И я снова замирал, только теперь уже от счастья!  Я лез к отцу на колени, я мучил его вопросами, я искал у него защиты от материнской строгости. Я это все хорошо помню!  Я был счастлив от одного его прикосновения. Я до сих пор помню  запах его пота, строганного дерева и опилок. Ожидание любви переходило в бытие любви. И это было взаимно! Он гладил меня, играл со мной, разговаривал, шутил, просил помочь в чем-нибудь… Меня, несмышленыша и неумеху!.. И это тоже все делалось с любовью.

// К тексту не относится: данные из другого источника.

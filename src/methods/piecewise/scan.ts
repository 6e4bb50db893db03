/**
 * The scan of the piecewise method: where to look at the target before any
 * envelope is built. @internal
 *
 * @packageDocumentation
 */
import { maximizeLog } from '../../bounds/maximize.js';
import { ImproperDensityError, InvalidTargetError, NonFiniteDensityError, ShapeViolationError } from '../../core/errors.js';
import type { CheckedTarget } from '../../core/validate.js';

/**
 * Counted, checked access to the target. Every call of `logDensity` (and of
 * `dLogDensity`) made while building goes through here, so that the counts
 * are exact and the evaluation budget bounds every setup loop. @internal
 */
export class Evaluator {
  /** Calls of logDensity so far. */
  evaluations = 0;
  /** Calls of dLogDensity so far. */
  derivativeEvaluations = 0;

  /**
   * @param api - API name for messages
   * @param logf - the log-density
   * @param dlogf - its derivative, or undefined (secant construction)
   * @param budget - maximal number of logDensity calls
   */
  constructor(
    readonly api: string,
    readonly logf: (x: number) => number,
    readonly dlogf: ((x: number) => number) | undefined,
    readonly budget: number,
  ) {}

  /** logDensity(x), checked for NaN and +Infinity. */
  l(x: number): number {
    if (++this.evaluations > this.budget) {
      throw new ShapeViolationError(
        `${this.api}: setup used ${this.budget} evaluations of logDensity without reaching a valid envelope; the target's shape could not be classified (a derivative inconsistent with logDensity, or a density with features at every scale?)`,
      );
    }
    const v = this.logf(x);
    if (v !== v || v === Infinity || typeof v !== 'number') throw new NonFiniteDensityError(this.api, x, v);
    return v;
  }

  /**
   * dLogDensity(x) at a point where logDensity is `l`; NaN when there is no
   * derivative, when l is -Infinity, or when the derivative is ±Infinity
   * (no usable tangent there). A NaN derivative at a point of positive
   * density throws.
   */
  g(x: number, l: number): number {
    const d = this.dlogf;
    if (d === undefined || l === -Infinity) return NaN;
    this.derivativeEvaluations++;
    const v = d(x);
    if (typeof v !== 'number' || v !== v) throw new NonFiniteDensityError(`${this.api} (dLogDensity)`, x, v);
    return v === Infinity || v === -Infinity ? NaN : v;
  }
}

/** A scanned point. @internal */
export interface ScanPoint {
  x: number;
  l: number;
  g: number;
}

/** Result of {@link scanTarget}. @internal */
export interface ScanResult {
  /** Points, increasing, inside the effective support, with l (and g). */
  points: ScanPoint[];
  /** Effective lower end: finite (a point of `points`) or -Infinity (a tail). */
  lower: number;
  /** Effective upper end. */
  upper: number;
  /** Centre of the rays. */
  centre: number;
  /** Largest log-density seen. */
  logMax: number;
  /** The window that received the uniform grid. */
  core: [number, number];
}

/** Doublings of a ray beyond which a ray stops as soon as the density decreases (2^64 units). */
const RAY_SOFT_STEPS = 104;
/** Hard bound on the doublings of a ray (beyond it x overflows anyway). */
const RAY_HARD_STEPS = 1200;
/** A ray stops once the log-density is this far below the maximum and still decreasing. */
const RAY_DROP = 1000;
/** The uniform grid covers the window where ray probes are within this of the maximum (or rising). */
const CORE_DROP = 40;
/** Geometric probes towards a finite end of the support. */
const APPROACH_STEPS = 64;

/**
 * Scans the target: a centre (the mode hint or a global maximisation),
 * geometric rays from it to both ends (which see features at every scale
 * and the decay of the tails), geometric approaches to finite ends (which
 * reveal a density unbounded there), a uniform grid of `corePoints` points
 * over the window holding the visible mass, and the caller's extra points.
 * @internal
 */
export function scanTarget(
  api: string,
  t: CheckedTarget,
  ev: Evaluator,
  corePoints: number,
  extra: readonly number[],
  useDerivative: boolean,
): ScanResult {
  const lower = t.lower;
  const upper = t.upper;
  let c: number | undefined;
  let lc = -Infinity;
  if (t.mode !== undefined) {
    lc = ev.l(t.mode);
    if (lc > -Infinity) c = t.mode;
  }
  if (c === undefined) {
    const r = maximizeLog(api, (x: number) => ev.l(x), lower, upper, {});
    if (r.risingTail === 'upper' && upper === Infinity) {
      throw new ImproperDensityError(`${api}: no decay found in the upper tail: logDensity keeps rising towards +Infinity (best point ${r.x}, logDensity ${r.value})`);
    }
    if (r.risingTail === 'lower' && lower === -Infinity) {
      throw new ImproperDensityError(`${api}: no decay found in the lower tail: logDensity keeps rising towards -Infinity (best point ${r.x}, logDensity ${r.value})`);
    }
    c = r.x;
    lc = ev.l(c);
    if (!(lc > -Infinity)) {
      throw new InvalidTargetError(`${api}: the maximisation ended at x = ${c} where logDensity is -Infinity; give target.mode inside the support`);
    }
  }
  const centre = c;
  const all: ScanPoint[] = [{ x: centre, l: lc, g: NaN }];
  let logMax = lc;
  let unit = Math.pow(2, -40) * Math.max(1, Math.abs(centre));
  if (Number.isFinite(lower) && Number.isFinite(upper)) unit = Math.min(unit, (upper - lower) * Math.pow(2, -40));
  if (!(unit > 0)) unit = Number.MIN_VALUE;

  const rayUp = ray(+1);
  const rayDown = ray(-1);

  function ray(dir: 1 | -1): ScanPoint[] {
    const end = dir > 0 ? upper : lower;
    const out: ScanPoint[] = [];
    let prevX = centre;
    let prevL = lc;
    let dec = 0;
    let zeros = 0;
    let stopped = false;
    for (let k = 0; k <= RAY_HARD_STEPS; k++) {
      const x = centre + dir * unit * Math.pow(2, k);
      if (!Number.isFinite(x)) break;
      if (dir > 0 ? x >= end : x <= end) break;
      if (x === prevX) continue;
      const l = ev.l(x);
      out.push({ x, l, g: NaN });
      if (l > logMax) logMax = l;
      if (l === -Infinity) zeros++;
      else zeros = 0;
      if (l > -Infinity && l < prevL) dec++;
      else if (l > -Infinity) dec = 0;
      prevX = x;
      if (l > -Infinity) prevL = l;
      if (zeros >= 3) { stopped = true; break; }
      if (l > -Infinity && l < logMax - RAY_DROP && dec >= 3) { stopped = true; break; }
      if (k >= RAY_SOFT_STEPS && dec >= 3) { stopped = true; break; }
    }
    if (Number.isFinite(end)) {
      // Approach the finite end geometrically, then the end itself.
      const base = out.length > 0 ? out[out.length - 1].x : centre;
      const span = Math.abs(end - base);
      const rises: number[] = [];
      let last = out.length > 0 ? out[out.length - 1].l : lc;
      let lastX = base;
      for (let k = 1; k <= APPROACH_STEPS && span > 0; k++) {
        const x = end - dir * span * Math.pow(2, -k);
        if (x === end || x === lastX) break;
        const l = ev.l(x);
        out.push({ x, l, g: NaN });
        if (l > logMax) logMax = l;
        if (l > -Infinity && last > -Infinity) rises.push(l - last);
        last = l;
        lastX = x;
      }
      checkBoundedAtEnd(api, dir, end, rises, lastX);
      const le = ev.l(end);
      if (le > logMax) logMax = le;
      out.push({ x: end, l: le, g: NaN });
    } else if (!stopped) {
      const lastFinite = out.filter((p) => p.l > -Infinity);
      const p = lastFinite[lastFinite.length - 1];
      throw new ImproperDensityError(
        `${api}: no decay found in the ${dir > 0 ? 'upper' : 'lower'} tail: along geometric probes up to x = ${p === undefined ? prevX : p.x} the log-density (${p === undefined ? '-Infinity' : p.l}) does not keep decreasing; the mass may be infinite`,
      );
    }
    return out;
  }

  // The window that gets the uniform grid: up to one probe beyond the outermost
  // probe that is within CORE_DROP of the maximum or higher than the probe before it.
  const coreUp = coreEnd(rayUp, upper);
  const coreDown = coreEnd(rayDown, lower);
  function coreEnd(r: ScanPoint[], end: number): number {
    let j = -1;
    let prev = lc;
    for (let i = 0; i < r.length; i++) {
      const l = r[i].l;
      if (l >= logMax - CORE_DROP || l > prev) j = i;
      prev = l;
    }
    if (j + 1 < r.length) return r[j + 1].x;
    return r.length > 0 ? r[r.length - 1].x : Number.isFinite(end) ? end : centre;
  }
  for (const p of rayUp) all.push(p);
  for (const p of rayDown) all.push(p);
  const a = coreDown;
  const b = coreUp;
  if (b > a) {
    for (let i = 1; i <= corePoints; i++) {
      const s = i / (corePoints + 1);
      const x = a * (1 - s) + b * s;
      if (x > a && x < b) all.push({ x, l: ev.l(x), g: NaN });
    }
  }
  for (const x of extra) all.push({ x, l: ev.l(x), g: NaN });
  for (const p of all) if (p.l > logMax) logMax = p.l;

  all.sort((p, q) => p.x - q.x);
  const pts: ScanPoint[] = [];
  for (const p of all) if (pts.length === 0 || pts[pts.length - 1].x !== p.x) pts.push(p);

  // Effective support: leading and trailing runs of zero density are cut down to one point.
  let first = 0;
  while (first + 1 < pts.length && pts[first].l === -Infinity && pts[first + 1].l === -Infinity) first++;
  let last = pts.length - 1;
  while (last - 1 > first && pts[last].l === -Infinity && pts[last - 1].l === -Infinity) last--;
  const kept = pts.slice(first, last + 1);
  const effLower = kept[0].l === -Infinity || Number.isFinite(lower) ? kept[0].x : -Infinity;
  const effUpper = kept[kept.length - 1].l === -Infinity || Number.isFinite(upper) ? kept[kept.length - 1].x : Infinity;
  if (useDerivative) for (const p of kept) p.g = ev.g(p.x, p.l);
  return { points: kept, lower: effLower, upper: effUpper, centre, logMax, core: [a, b] };
}

/**
 * Throws when the log-density keeps rising towards a finite end of the
 * support (the last 8 geometric approach steps each rise by more than 1e-3
 * and the rises do not shrink): the density is unbounded there.
 */
function checkBoundedAtEnd(api: string, dir: 1 | -1, end: number, rises: number[], closest: number): void {
  const m = rises.length;
  if (m < 8) return;
  for (let i = m - 8; i < m; i++) if (!(rises[i] > 1e-3)) return;
  if (!(rises[m - 1] >= 0.5 * rises[m - 8])) return;
  throw new InvalidTargetError(
    `${api}: the density appears unbounded at the ${dir > 0 ? 'upper' : 'lower'} end ${end} of the support: logDensity rises by about ${rises[m - 1].toPrecision(3)} per halving of the distance down to x = ${closest}; no envelope of finite height exists (sample Y = log|X − ${end}| instead, whose density is bounded)`,
  );
}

   Но были и другие вечера. Их было намного больше. И они были страшными!
   У отца было не его, не отцовское и родное лицо. Была глумливая, пьяная маска садиста! И никакого проблеска разума в блестящих пьяных глазах…
   Он не трогал меня. Он «отрывался» на матери. Это было так страшно и так невыносимо, что временами я бился в «падучей» и терял сознание. «Закатывался», как говорила мать.
   Мать кричала, звала на помощь. Иногда приходили соседки, усмиряли отца. А я убегал на улицу. Бежал, даже не соображая- куда? – и твердил, захлебываясь слезами: «Я убью тебя! Я вырасту- и убью тебя!» И почему-то хотелось умереть самому…
   А на следующее, после пьянки утро меня будил монотонный громкий беспрестанный бубнеж матери на кухне.
  Это было так тягостно и так противно, что я начинал уже ненавидеть мать. Ну, нельзя же таким нытьем отвадить от пьянки! Она что, не понимает?! Таким нытьем можно только в петлю загнать!
   А отец тихо сидел где-то рядом с ней на кухне и почти ничего не говорил. И не уходил. Ему нужны были деньги на опохмелку…»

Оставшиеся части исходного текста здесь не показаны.